Но тут в «Белой Лошади» откуда-то возникает Элис и выволакивает меня оттуда как бы за волосы, в такси и к себе домой, из чего я узнаю: Элис Ньюмен не собирается никому позволять красть у нее ее мужика, кем бы он ни был. И я возгордился. Я пел «Я глупец» Синатры всю дорогу домой в такси. Такси мчало мимо океанских судов ошвартованных у пирсов Северной Реки.
47
И на самом деле мы с Элис были дивными здоровыми любовниками – Она от меня хотела всего лишь чтоб я делал ее счастливой и сама делала все что было в ее силах чтоб я тоже был счастлив, чего было достаточно —
– Ты должен знать больше еврейских девушек! Они тебя не только любят но и приносят тебе ржаной хлеб со сладким маслом к утреннему кофе.
– Чем занимается твой отец?
– Сигары курит —
– А мать?
– Вяжет кружевные салфеточки в гостиной —
– А ты?
– Не знаю.
– Так ты значит собираешься стать большой романисткой – Какие у тебя образцы для подражания?

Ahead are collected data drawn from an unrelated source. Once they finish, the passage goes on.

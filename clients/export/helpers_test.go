package export

import (
	"testing"

	"reckon.example/fusion"
	"reckon.example/fusion/fusiontest"
	pb "reckon.example/proto/reckon/v1"
	"reckon.example/server/convert"
	"reckon.example/server/journal"
)

// lagOdometry delays the odometry between FromS and ToS seconds by LagS
// on the way to the robot, so that fixes and headings arrive ahead of it
// and are held until it comes: the run then has held inputs with final
// verdicts decided later. With LoseHeld n > 0 the journal loses the n-th
// held input (its pair is not written, as damage in the middle of a
// journal loses one): a gap, with the input's resolution after it.
type lagOdometry struct {
	FromS, ToS, LagS float64
	LoseHeld         int
}

// writeJournal writes the journal of a simulated greenhouse-cart run for
// robot in dir, as the service would (convert.Take, then AddPair with the
// response), and returns the writer, still open.
func writeJournal(t testing.TB, dir, robot string, sc fusiontest.Scenario, lag lagOdometry) *journal.Writer {
	t.Helper()
	s := fusiontest.New(sc)
	cfg := s.Config()
	fr, err := fusion.New(cfg)
	if err != nil {
		t.Fatal(err)
	}
	j, err := journal.Create(dir, robot, &pb.JournalOpening{Robot: "robots/" + robot, Config: convert.ConfigToProto(cfg),
		CreateTimeUnixNs: 1_767_225_600_000_000_000}, journal.Options{})
	if err != nil {
		t.Fatal(err)
	}
	var client uint64
	held := 0
	take := func(sample *pb.Sample, arrivalNs int64) {
		client++
		resp, taken := convert.Take(fr, sample, client)
		if !taken {
			return
		}
		in := &pb.JournalInput{Sequence: resp.GetSequence(), Sample: sample, ArrivalUnixNs: 1_767_225_600_000_000_000 + arrivalNs}
		if resp.GetVerdict() == pb.Verdict_VERDICT_HELD {
			if held++; held == lag.LoseHeld {
				return
			}
		}
		if err := j.AddPair(in, &pb.JournalOutput{Response: resp}); err != nil {
			t.Fatal(err)
		}
		if resp.GetSequence()%512 == 0 {
			if _, err := j.Flush(); err != nil {
				t.Fatal(err)
			}
		}
	}
	type delayed struct {
		s   *pb.Sample
		due int64
	}
	var queue []delayed
	for {
		in, ok := s.Next()
		if !ok {
			break
		}
		for len(queue) > 0 && queue[0].due <= in.ArrivalNs {
			take(queue[0].s, queue[0].due)
			queue = queue[1:]
		}
		switch {
		case in.Odometry != nil:
			sample := convert.OdometryToProto(in.Odometry)
			if st := float64(in.Odometry.StampNs) / 1e9; st >= lag.FromS && st < lag.ToS {
				queue = append(queue, delayed{sample, in.ArrivalNs + int64(lag.LagS*1e9)})
				continue
			}
			if len(queue) > 0 { // behind the delayed ones, in order
				queue = append(queue, delayed{sample, in.ArrivalNs})
				continue
			}
			take(sample, in.ArrivalNs)
		case in.Heading != nil:
			take(convert.HeadingToProto(in.Heading), in.ArrivalNs)
		default:
			take(convert.FixToProto(in.Fix), in.ArrivalNs)
		}
	}
	for _, d := range queue {
		take(d.s, d.due)
	}
	if _, err := j.Flush(); err != nil {
		t.Fatal(err)
	}
	return j
}

// fleet writes a journal directory of two carts: cart-1 with a journal
// set aside by a delete and a live one with held fixes, cart-2 with a live
// one whose camera sends outliers. It returns the directory.
func fleet(t testing.TB) string {
	t.Helper()
	dir := t.TempDir()
	old := writeJournal(t, dir, "cart-1", fusiontest.Scenario{Layout: fusiontest.FreeWheelTurn, Seed: 3, DurationS: 12, CameraHz: 4}, lagOdometry{})
	if err := old.Remove(); err != nil {
		t.Fatal(err)
	}
	live := writeJournal(t, dir, "cart-1", fusiontest.Scenario{Layout: fusiontest.FreeWheelTurn, IMU: true, Counts: true, Seed: 71, DurationS: 30, CameraHz: 5},
		lagOdometry{FromS: 8, ToS: 12, LagS: 0.4})
	if err := live.Close(); err != nil {
		t.Fatal(err)
	}
	other := writeJournal(t, dir, "cart-2", fusiontest.Scenario{Layout: fusiontest.FreeWheelTurn, IMU: true, Seed: 5, DurationS: 25, CameraHz: 4, OutlierFraction: 0.1}, lagOdometry{})
	if err := other.Close(); err != nil {
		t.Fatal(err)
	}
	return dir
}
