package export

import (
	"context"
	"fmt"
	"sort"

	"google.golang.org/protobuf/proto"

	"reckon.example/fusion"
	pb "reckon.example/proto/reckon/v1"
	"reckon.example/server/convert"
	"reckon.example/server/journal"
)

// The label tables the rows use.
var (
	inputKinds = fusion.InputKindLabels()
	fixKinds   = fusion.FixKindLabels()
)

// runExport turns one replayed journal into rows.
type runExport struct {
	ctx context.Context
	t   *tables
	row RunRow
	// done are the rows of the journal's runs before the current one;
	// stamped says the current one has a stamped input.
	done    []RunRow
	stamped bool
	cfg     fusion.Config
	// only is Options.Run: the rows of other runs are counted, not written.
	only int64
	// pending are the input rows from the oldest fix still held on:
	// written once its final verdict is known, in order. open[i] says
	// pending[i] is still held; held counts them.
	pending []InputRow
	open    []bool
	held    int
	// The previous pose's stamp and trust, for RunRow.DistrustedNs.
	posed         bool
	prevStampNs   int64
	prevDistrusts bool
}

// input makes the rows of one replayed input.
func (x *runExport) input(rp *journal.Replayed) error {
	if err := x.ctx.Err(); err != nil {
		return err
	}
	resp := rp.Response
	started := rp.Robot.Run() != uint64(x.row.RunNumber)
	if started {
		if err := x.nextRun(rp.Robot, resp); err != nil {
			return err
		}
	}
	row := InputRow{Robot: x.row.Robot, Run: x.row.Run, Sequence: int64(rp.Input.GetSequence()),
		ClientSequence: int64(resp.GetClientSequence()), ArrivalUnixNs: rp.Input.GetArrivalUnixNs(),
		Verdict: convert.VerdictName(resp.GetVerdict()), NISDimension: resp.GetNisDimension(),
		Reason: resp.GetReason(), StatusCode: resp.GetStatusCode(), Events: int32(len(resp.GetEvents())),
		RecordedVerdict: convert.VerdictName(rp.Recorded.GetResponse().GetVerdict())}
	x.describe(&row, rp.Input.GetSample())
	row.FinalVerdict = row.Verdict
	if resp.GetNisDimension() > 0 {
		nis, final := resp.GetNis(), resp.GetNis()
		row.NIS, row.FinalNIS = &nis, &final
	}
	if !proto.Equal(resp, rp.Recorded.GetResponse()) {
		x.row.Differs++
	}
	for _, res := range resp.GetResolved() {
		if started {
			break // nextRun resolved them in the run they belong to
		}
		if err := x.resolve(res); err != nil {
			return err
		}
	}
	x.pending = append(x.pending, row)
	x.open = append(x.open, resp.GetVerdict() == pb.Verdict_VERDICT_HELD)
	if resp.GetVerdict() == pb.Verdict_VERDICT_HELD {
		x.held++
	}
	if err := x.flushInputs(false); err != nil {
		return err
	}
	for _, e := range resp.GetEvents() {
		x.row.Events++
		if !x.keeps(x.row.RunNumber) {
			continue
		}
		if err := x.t.events.add(EventRow{Robot: x.row.Robot, Run: x.row.Run, Sequence: row.Sequence,
			Kind: convert.EventName(e.GetKind()), StampNs: e.GetStampNs(), SensorID: e.GetSensorId(),
			Value: e.GetValue(), Detail: e.GetDetail()}); err != nil {
			return err
		}
	}
	return x.pose(row.Sequence, rp.Robot.Pose())
}

// keeps tells whether the rows of run n are written.
func (x *runExport) keeps(n int64) bool { return x.only == 0 || n == x.only }

// nextRun ends the current run's row at the run start resp answers: the
// held inputs it resolves are the ended run's, and its rows are written;
// the rows from here on are of fr's new run.
func (x *runExport) nextRun(fr *fusion.Robot, resp *pb.IngestResponse) error {
	for _, res := range resp.GetResolved() {
		if err := x.resolve(res); err != nil {
			return err
		}
	}
	if err := x.flushInputs(true); err != nil {
		return err
	}
	x.done = append(x.done, x.row)
	n := fr.Run()
	x.row = RunRow{Robot: x.row.Robot, Run: fmt.Sprintf("%s/%d", x.row.Journal, n), Journal: x.row.Journal, RunNumber: int64(n),
		BootID: fr.BootID(), Deleted: x.row.Deleted, DeleteTimeUnixNs: x.row.DeleteTimeUnixNs}
	x.posed, x.stamped = false, false
	return nil
}

// describe fills the row's kind, stamp and sensor from the sample, and
// counts it.
func (x *runExport) describe(row *InputRow, s *pb.Sample) {
	var kind pb.InputKind
	switch v := s.GetSample().(type) {
	case *pb.Sample_Odometry:
		kind, row.StampNs = pb.InputKind_INPUT_KIND_ODOMETRY, v.Odometry.GetStampNs()
		x.row.Odometry++
	case *pb.Sample_Heading:
		kind, row.StampNs = pb.InputKind_INPUT_KIND_HEADING, v.Heading.GetStampNs()
		x.row.Headings++
	case *pb.Sample_Fix:
		kind, row.StampNs, row.SensorID = pb.InputKind_INPUT_KIND_FIX, v.Fix.GetStampNs(), v.Fix.GetSensorId()
		row.FixKind = fixKind(v.Fix)
		x.row.Fixes++
	case *pb.Sample_Reseed:
		kind, row.StampNs = pb.InputKind_INPUT_KIND_RESEED, v.Reseed.GetStampNs()
		x.row.Reseeds++
	case *pb.Sample_RunStart:
		row.Kind = labelOf(inputKinds, int32(pb.InputKind_INPUT_KIND_RUN_START))
		x.row.Inputs++ // no stamp: the run's clock starts after it
		return
	}
	row.Kind = labelOf(inputKinds, int32(kind))
	if !x.stamped || row.StampNs < x.row.FirstStampNs {
		x.row.FirstStampNs = row.StampNs
	}
	if !x.stamped || row.StampNs > x.row.LastStampNs {
		x.row.LastStampNs = row.StampNs
	}
	x.stamped = true
	x.row.Inputs++
}

// fixKind returns the label of a fix's measurement kind.
func fixKind(f *pb.Fix) string {
	var k pb.FixKind
	switch f.GetMeasurement().(type) {
	case *pb.Fix_Pose:
		k = pb.FixKind_FIX_KIND_POSE
	case *pb.Fix_Position:
		k = pb.FixKind_FIX_KIND_POSITION
	case *pb.Fix_Heading:
		k = pb.FixKind_FIX_KIND_HEADING
	case *pb.Fix_Landmark:
		k = pb.FixKind_FIX_KIND_LANDMARK
	}
	return labelOf(fixKinds, int32(k))
}

// resolve gives a held input its final verdict.
func (x *runExport) resolve(res *pb.Resolution) error {
	seq := int64(res.GetSequence())
	i := sort.Search(len(x.pending), func(i int) bool { return x.pending[i].Sequence >= seq })
	if i == len(x.pending) || x.pending[i].Sequence != seq || !x.open[i] {
		return fmt.Errorf("input %d is resolved but was not held", seq)
	}
	row := &x.pending[i]
	row.FinalVerdict, row.Reason, row.FinalNIS = convert.VerdictName(res.GetVerdict()), res.GetReason(), nil
	if v := res.GetVerdict(); v == pb.Verdict_VERDICT_APPLIED || v == pb.Verdict_VERDICT_GATED {
		nis := res.GetNis()
		row.FinalNIS = &nis
	}
	x.open[i] = false
	x.held--
	return nil
}

// flushInputs writes the pending rows up to the first still held, or all
// of them.
func (x *runExport) flushInputs(all bool) error {
	n := len(x.pending)
	if !all && x.held > 0 {
		n = 0
		for n < len(x.pending) && !x.open[n] {
			n++
		}
	}
	for i := range n {
		x.count(x.pending[i].FinalVerdict)
		if !x.keeps(x.row.RunNumber) {
			continue
		}
		if err := x.t.inputs.add(x.pending[i]); err != nil {
			return err
		}
	}
	m := copy(x.pending, x.pending[n:])
	copy(x.open, x.open[n:])
	clear(x.pending[m:])
	x.pending, x.open = x.pending[:m], x.open[:m]
	if all {
		x.held = 0
	}
	return nil
}

// count counts an input by its final verdict.
func (x *runExport) count(verdict string) {
	switch verdict {
	case "applied":
		x.row.Applied++
	case "held":
		x.row.Held++
	case "gated":
		x.row.Gated++
	case "too_old":
		x.row.TooOld++
	case "invalid":
		x.row.Invalid++
	}
}

// pose writes the pose after an input and accumulates the distrusted time.
func (x *runExport) pose(seq int64, p fusion.FusedPose) error {
	if x.posed && x.prevDistrusts && p.StampNs > x.prevStampNs {
		x.row.DistrustedNs += p.StampNs - x.prevStampNs
	}
	x.posed, x.prevStampNs, x.prevDistrusts = true, p.StampNs, !p.Trusted()
	row := PoseRow{Robot: x.row.Robot, Run: x.row.Run, Sequence: seq, StampNs: p.StampNs,
		XM: p.Pose.X, YM: p.Pose.Y, HeadingRad: p.Pose.Heading,
		CovXXM2: p.Cov[0], CovXYM2: p.Cov[1], CovXHMRad: p.Cov[2], CovYYM2: p.Cov[4], CovYHMRad: p.Cov[5], CovHHRad2: p.Cov[8],
		Position95M: p.Position95M, HeadingStdRad: p.HeadingStdRad,
		ForwardMPerS: p.Velocity.ForwardMPerS, LeftMPerS: p.Velocity.LeftMPerS, TurnRadPerS: p.Velocity.TurnRadPerS,
		IMUOffsetRad: p.IMUOffsetRad, IMUOffsetVarRad2: p.IMUOffsetVarRad2, IMUOffsetReady: p.IMUOffsetReady,
		Trusted: p.Trusted()}
	for _, d := range convert.DistrustToProto(p.Distrust) {
		row.Distrust = append(row.Distrust, convert.DistrustName(d))
	}
	if !x.keeps(x.row.RunNumber) {
		return nil
	}
	return x.t.poses.add(row)
}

Но образцы у нее совершенно не те, однако я знал что у нее получится стать первой великой писательницей в мире, но я полагаю, я думаю, ей хотелось детей во что бы то ни стало и как бы оно ни было – Она была мила и я ее по-прежнему люблю сегодня ночью.
К тому же мы остались вместе на ужасно долгое время, на годы – Жюльен называл ее Экстазным Пирожком – Ее лучшей подруге, темноволосой Барбаре Липп, по стечению обстоятельств случилось влюбиться в Ирвина Гардена – Ирвин и направил меня в гавань. В этой гавани я спал с нею с целью занятий любовью но после того как мы все делали я уходил во внешнюю спальню, где постоянно держал открытым зимнее окно а радиатор выключенным, и спал там в своем спальнике. Со временем я таким образом наконец избавился от своего туберкулезного мексиканского кашля – Я не такой тупой (как вечно твердила Ма).
48
И вот Ирвин со своими 225 долларами в кармане сначала ведет меня в Рокфеллеровский Центр за моим паспортом после чего мы бродим по центру города болтая обо всем на свете как бывало раньше в колледже —
– Так значит теперь ты едешь в Танжер повидаться с Хаббардом.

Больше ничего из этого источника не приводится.